» Data excerpts:
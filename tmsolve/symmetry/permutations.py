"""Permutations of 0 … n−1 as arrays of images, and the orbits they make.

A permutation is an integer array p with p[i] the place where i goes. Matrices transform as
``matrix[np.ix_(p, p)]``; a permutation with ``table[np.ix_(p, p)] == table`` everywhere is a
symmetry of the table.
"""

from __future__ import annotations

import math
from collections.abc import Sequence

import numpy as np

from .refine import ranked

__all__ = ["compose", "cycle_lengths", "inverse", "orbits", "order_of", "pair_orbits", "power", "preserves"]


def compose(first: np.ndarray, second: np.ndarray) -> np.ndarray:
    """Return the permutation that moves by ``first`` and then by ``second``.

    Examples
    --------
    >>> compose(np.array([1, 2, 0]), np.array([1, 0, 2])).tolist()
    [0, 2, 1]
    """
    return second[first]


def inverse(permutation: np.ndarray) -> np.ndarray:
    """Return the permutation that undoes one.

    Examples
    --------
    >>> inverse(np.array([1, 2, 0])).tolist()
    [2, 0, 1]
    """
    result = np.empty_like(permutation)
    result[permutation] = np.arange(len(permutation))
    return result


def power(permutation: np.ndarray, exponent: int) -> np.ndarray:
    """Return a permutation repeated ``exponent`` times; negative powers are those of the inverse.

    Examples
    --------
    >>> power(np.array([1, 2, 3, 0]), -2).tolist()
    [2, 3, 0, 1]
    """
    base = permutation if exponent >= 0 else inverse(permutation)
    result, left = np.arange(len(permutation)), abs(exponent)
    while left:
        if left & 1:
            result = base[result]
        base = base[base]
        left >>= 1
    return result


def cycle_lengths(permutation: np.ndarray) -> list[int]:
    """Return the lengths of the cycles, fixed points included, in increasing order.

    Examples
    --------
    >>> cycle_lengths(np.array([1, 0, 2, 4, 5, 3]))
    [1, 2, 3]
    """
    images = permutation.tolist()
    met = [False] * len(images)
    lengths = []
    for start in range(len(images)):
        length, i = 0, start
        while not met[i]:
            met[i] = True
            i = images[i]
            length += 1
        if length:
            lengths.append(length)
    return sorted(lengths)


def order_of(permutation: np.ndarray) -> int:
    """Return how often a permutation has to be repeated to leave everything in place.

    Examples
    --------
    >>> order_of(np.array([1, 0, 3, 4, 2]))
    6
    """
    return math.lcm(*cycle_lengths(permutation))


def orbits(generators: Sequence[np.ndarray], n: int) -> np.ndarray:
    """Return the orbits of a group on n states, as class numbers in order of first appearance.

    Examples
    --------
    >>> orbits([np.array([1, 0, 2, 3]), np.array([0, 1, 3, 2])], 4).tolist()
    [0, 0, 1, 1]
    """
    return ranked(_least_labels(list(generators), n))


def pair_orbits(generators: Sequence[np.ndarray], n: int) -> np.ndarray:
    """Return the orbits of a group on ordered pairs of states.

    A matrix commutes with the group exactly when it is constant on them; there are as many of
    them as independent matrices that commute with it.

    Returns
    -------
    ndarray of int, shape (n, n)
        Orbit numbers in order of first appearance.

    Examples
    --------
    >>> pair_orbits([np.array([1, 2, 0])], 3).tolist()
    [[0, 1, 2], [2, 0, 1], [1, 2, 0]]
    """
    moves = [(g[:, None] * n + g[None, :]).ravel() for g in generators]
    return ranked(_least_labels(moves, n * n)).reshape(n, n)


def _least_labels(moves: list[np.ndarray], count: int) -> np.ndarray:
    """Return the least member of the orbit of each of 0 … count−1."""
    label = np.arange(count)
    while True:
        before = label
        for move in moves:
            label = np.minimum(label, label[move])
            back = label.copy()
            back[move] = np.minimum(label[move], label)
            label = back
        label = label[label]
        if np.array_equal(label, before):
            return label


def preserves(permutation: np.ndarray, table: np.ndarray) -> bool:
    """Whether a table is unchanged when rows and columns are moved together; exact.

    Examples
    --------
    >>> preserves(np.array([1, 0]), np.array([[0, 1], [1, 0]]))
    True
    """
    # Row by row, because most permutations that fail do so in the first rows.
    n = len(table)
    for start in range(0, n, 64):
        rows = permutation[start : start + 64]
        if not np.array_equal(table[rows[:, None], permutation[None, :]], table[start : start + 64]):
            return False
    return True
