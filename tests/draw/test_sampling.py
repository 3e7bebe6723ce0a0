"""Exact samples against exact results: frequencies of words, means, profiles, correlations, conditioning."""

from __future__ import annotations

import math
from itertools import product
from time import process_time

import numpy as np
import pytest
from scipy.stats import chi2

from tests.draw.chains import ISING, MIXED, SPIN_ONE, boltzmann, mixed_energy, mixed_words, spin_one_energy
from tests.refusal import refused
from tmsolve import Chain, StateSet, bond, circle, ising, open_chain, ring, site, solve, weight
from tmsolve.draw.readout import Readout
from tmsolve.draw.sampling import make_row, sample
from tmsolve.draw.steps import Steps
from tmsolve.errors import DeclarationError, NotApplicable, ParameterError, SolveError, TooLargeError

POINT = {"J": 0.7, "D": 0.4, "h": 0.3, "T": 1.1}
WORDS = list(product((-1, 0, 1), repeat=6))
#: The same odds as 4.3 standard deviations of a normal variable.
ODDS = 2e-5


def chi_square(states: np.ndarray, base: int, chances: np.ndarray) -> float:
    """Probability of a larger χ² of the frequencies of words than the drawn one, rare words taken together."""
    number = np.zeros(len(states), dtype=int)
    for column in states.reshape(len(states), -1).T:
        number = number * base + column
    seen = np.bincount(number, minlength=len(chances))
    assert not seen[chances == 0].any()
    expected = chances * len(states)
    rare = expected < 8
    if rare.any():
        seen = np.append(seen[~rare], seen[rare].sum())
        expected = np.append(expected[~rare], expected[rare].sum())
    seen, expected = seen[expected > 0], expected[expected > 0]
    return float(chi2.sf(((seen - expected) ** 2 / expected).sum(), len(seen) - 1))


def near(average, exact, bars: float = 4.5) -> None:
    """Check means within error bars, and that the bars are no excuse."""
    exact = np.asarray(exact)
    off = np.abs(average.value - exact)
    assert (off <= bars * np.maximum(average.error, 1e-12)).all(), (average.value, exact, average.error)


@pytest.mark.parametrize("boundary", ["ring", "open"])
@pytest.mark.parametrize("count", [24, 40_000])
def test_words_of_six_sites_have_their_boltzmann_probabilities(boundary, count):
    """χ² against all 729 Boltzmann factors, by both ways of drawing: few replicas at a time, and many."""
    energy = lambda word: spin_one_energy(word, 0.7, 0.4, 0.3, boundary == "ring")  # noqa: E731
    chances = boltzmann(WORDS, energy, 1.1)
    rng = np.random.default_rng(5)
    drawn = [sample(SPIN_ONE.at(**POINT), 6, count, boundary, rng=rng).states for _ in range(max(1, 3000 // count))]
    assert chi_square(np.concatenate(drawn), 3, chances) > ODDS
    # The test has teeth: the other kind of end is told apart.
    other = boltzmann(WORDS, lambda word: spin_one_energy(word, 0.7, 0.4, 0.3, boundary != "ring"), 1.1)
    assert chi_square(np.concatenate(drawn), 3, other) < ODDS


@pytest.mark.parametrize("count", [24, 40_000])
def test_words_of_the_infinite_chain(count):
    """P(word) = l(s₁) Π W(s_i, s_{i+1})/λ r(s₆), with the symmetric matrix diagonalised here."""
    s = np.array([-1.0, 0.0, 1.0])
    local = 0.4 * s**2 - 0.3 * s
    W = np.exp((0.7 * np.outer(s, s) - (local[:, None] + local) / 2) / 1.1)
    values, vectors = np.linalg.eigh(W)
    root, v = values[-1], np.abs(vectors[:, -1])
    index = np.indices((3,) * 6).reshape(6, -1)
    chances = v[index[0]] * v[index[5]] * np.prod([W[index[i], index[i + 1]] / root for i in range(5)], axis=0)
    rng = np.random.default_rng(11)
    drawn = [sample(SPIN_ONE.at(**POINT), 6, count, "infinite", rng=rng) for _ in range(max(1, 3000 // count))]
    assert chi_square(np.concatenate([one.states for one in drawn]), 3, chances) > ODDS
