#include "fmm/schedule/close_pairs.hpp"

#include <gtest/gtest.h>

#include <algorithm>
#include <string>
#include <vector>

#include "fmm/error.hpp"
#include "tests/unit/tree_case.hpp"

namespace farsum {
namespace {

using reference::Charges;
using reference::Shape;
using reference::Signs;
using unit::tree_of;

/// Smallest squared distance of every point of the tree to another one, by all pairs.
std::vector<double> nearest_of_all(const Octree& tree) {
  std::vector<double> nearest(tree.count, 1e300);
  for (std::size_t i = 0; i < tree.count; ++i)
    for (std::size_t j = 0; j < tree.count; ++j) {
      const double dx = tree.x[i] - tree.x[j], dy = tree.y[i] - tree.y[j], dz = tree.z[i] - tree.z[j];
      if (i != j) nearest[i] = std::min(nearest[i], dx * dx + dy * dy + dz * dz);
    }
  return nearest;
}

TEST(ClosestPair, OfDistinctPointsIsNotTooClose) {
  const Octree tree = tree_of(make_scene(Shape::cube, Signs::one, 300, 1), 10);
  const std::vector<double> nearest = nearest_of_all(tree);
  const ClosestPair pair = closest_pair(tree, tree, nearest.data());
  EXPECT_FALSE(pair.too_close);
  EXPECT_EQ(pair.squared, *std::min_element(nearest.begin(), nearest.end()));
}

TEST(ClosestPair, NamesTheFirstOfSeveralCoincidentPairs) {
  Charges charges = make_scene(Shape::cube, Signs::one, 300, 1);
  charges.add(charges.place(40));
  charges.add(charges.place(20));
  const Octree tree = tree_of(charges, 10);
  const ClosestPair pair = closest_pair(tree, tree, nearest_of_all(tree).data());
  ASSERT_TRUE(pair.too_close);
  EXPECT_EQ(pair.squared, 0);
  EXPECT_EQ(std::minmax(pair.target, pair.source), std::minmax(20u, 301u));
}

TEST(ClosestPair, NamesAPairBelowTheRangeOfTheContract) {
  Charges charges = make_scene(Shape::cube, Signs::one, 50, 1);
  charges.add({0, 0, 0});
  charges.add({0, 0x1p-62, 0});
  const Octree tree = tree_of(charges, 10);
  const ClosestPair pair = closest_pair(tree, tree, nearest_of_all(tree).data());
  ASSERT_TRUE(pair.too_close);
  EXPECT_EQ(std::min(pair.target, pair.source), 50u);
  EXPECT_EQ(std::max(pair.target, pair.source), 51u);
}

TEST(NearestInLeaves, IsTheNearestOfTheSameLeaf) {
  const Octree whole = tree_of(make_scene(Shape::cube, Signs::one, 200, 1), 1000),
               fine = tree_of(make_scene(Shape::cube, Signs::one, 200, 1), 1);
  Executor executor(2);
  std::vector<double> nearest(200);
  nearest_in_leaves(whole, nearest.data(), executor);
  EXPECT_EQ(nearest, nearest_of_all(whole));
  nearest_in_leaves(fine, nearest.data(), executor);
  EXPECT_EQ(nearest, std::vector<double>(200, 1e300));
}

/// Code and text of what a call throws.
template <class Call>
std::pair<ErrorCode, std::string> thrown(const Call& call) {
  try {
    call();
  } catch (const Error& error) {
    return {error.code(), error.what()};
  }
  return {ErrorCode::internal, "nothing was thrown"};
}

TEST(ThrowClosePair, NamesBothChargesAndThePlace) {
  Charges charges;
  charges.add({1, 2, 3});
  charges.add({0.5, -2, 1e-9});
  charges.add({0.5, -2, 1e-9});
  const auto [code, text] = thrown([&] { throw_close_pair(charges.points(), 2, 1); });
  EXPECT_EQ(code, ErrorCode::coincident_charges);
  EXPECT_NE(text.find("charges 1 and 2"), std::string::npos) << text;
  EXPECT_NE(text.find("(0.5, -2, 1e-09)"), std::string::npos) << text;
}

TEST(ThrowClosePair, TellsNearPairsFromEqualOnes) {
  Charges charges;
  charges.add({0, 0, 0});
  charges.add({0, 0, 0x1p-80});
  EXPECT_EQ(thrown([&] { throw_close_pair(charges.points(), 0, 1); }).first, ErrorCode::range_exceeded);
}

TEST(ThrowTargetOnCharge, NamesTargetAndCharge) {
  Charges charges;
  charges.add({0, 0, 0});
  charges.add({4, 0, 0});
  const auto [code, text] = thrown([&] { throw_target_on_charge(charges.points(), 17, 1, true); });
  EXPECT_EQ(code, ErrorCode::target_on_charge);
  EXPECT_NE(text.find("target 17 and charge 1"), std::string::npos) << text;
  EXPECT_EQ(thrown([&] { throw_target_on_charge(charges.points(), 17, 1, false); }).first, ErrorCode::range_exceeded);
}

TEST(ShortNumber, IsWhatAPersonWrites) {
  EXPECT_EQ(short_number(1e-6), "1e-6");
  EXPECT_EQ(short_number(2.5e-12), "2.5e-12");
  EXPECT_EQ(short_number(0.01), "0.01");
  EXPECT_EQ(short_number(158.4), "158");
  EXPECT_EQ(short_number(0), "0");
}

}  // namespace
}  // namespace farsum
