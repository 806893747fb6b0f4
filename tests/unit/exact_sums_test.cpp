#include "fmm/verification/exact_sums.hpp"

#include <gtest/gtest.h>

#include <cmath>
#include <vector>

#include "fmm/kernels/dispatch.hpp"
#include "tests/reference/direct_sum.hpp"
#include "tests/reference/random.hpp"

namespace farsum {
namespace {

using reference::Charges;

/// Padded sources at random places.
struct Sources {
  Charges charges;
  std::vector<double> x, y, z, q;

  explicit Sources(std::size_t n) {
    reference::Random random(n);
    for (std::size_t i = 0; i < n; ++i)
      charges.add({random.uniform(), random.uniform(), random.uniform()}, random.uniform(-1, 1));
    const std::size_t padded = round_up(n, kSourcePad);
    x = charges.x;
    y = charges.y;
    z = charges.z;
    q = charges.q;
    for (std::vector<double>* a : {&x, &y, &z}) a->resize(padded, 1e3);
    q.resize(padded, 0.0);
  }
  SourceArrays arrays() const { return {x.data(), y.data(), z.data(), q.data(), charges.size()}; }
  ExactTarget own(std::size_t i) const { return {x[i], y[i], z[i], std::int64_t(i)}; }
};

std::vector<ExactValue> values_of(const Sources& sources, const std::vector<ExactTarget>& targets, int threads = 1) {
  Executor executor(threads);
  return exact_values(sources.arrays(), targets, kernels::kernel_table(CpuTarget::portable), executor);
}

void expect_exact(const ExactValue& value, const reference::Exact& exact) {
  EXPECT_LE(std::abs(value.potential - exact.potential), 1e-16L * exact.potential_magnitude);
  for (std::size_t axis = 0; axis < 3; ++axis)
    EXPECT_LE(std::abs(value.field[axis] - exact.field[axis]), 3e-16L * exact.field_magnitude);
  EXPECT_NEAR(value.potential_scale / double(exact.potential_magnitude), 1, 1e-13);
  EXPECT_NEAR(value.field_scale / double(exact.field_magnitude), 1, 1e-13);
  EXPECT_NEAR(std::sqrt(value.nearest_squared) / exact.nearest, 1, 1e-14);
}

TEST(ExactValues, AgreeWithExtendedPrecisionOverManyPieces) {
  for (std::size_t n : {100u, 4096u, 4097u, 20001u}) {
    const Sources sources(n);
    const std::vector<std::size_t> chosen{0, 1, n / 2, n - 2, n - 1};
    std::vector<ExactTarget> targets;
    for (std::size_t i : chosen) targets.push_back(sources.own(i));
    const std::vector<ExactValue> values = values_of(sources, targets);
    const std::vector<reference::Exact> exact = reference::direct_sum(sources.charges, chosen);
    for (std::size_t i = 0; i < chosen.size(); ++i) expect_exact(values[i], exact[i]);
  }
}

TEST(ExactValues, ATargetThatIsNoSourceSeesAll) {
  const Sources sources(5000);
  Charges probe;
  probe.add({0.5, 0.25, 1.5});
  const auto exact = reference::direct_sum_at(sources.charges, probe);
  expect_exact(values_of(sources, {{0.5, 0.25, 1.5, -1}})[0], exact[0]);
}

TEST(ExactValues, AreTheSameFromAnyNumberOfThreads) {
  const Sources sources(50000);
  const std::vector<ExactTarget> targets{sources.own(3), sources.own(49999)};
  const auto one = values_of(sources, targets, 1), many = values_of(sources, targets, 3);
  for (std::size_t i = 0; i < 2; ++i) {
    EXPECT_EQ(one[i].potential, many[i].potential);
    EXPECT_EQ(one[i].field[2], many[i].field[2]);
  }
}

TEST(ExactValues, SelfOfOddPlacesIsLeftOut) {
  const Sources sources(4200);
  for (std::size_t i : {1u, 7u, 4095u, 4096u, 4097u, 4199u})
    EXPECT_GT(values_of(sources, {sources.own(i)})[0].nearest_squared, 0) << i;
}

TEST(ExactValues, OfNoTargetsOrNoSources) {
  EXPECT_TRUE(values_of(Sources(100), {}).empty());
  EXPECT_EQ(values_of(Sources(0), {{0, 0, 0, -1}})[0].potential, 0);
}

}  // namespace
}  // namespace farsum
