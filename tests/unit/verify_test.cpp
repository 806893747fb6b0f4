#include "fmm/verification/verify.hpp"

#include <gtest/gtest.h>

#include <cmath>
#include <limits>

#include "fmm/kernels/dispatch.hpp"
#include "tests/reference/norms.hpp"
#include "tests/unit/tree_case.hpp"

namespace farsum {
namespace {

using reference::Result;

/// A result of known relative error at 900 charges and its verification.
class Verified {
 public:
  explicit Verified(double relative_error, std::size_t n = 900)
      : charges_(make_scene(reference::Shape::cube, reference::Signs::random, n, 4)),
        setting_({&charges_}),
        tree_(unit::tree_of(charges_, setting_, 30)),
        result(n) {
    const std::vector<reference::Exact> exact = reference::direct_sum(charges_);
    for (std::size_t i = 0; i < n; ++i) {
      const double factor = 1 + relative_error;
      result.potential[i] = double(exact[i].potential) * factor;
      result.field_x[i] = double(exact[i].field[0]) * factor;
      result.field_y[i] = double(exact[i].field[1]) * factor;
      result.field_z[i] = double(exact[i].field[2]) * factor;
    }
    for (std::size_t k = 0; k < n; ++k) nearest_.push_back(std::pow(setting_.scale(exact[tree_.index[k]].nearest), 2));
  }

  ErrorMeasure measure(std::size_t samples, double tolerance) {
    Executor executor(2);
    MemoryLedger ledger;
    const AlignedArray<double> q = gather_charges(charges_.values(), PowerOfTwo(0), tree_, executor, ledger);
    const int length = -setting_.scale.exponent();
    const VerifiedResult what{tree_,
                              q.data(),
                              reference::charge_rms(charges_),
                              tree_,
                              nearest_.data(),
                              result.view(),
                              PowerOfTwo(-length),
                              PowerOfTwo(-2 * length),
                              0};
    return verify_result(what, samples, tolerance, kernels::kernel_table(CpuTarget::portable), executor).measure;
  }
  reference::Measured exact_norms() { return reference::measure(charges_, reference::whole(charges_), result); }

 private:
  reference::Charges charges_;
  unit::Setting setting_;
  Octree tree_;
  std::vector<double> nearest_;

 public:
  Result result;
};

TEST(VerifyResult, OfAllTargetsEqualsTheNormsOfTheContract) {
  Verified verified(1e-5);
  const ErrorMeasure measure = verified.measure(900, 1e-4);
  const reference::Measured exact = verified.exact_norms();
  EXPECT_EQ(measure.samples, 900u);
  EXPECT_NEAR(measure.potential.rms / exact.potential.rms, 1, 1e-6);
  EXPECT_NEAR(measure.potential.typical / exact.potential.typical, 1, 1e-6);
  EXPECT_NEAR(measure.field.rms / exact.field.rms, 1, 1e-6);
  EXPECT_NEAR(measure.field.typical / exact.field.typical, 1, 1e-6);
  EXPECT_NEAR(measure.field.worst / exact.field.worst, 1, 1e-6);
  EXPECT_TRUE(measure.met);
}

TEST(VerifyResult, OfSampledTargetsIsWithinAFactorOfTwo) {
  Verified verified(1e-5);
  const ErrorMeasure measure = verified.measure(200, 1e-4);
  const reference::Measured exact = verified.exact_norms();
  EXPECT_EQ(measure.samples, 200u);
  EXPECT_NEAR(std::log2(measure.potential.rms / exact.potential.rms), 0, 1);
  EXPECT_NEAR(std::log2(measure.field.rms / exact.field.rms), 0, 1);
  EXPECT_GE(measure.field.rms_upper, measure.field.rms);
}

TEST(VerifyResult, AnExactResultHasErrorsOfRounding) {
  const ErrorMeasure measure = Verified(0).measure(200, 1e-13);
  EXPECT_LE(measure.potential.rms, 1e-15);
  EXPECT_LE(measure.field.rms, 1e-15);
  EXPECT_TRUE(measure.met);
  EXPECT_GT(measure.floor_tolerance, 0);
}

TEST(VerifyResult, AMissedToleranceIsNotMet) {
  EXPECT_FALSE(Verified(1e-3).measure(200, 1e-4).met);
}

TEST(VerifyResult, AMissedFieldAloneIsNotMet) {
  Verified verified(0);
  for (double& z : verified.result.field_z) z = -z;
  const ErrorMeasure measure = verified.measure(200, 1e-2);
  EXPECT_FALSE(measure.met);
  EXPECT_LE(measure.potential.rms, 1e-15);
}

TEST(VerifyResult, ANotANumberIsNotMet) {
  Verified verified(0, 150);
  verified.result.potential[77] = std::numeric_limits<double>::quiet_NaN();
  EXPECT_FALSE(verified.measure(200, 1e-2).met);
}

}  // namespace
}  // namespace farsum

» How to complete this task:
Gather all lines from the records above in which "while" appears.

» Task result:
    while left:
        while not met[i]:
    while True:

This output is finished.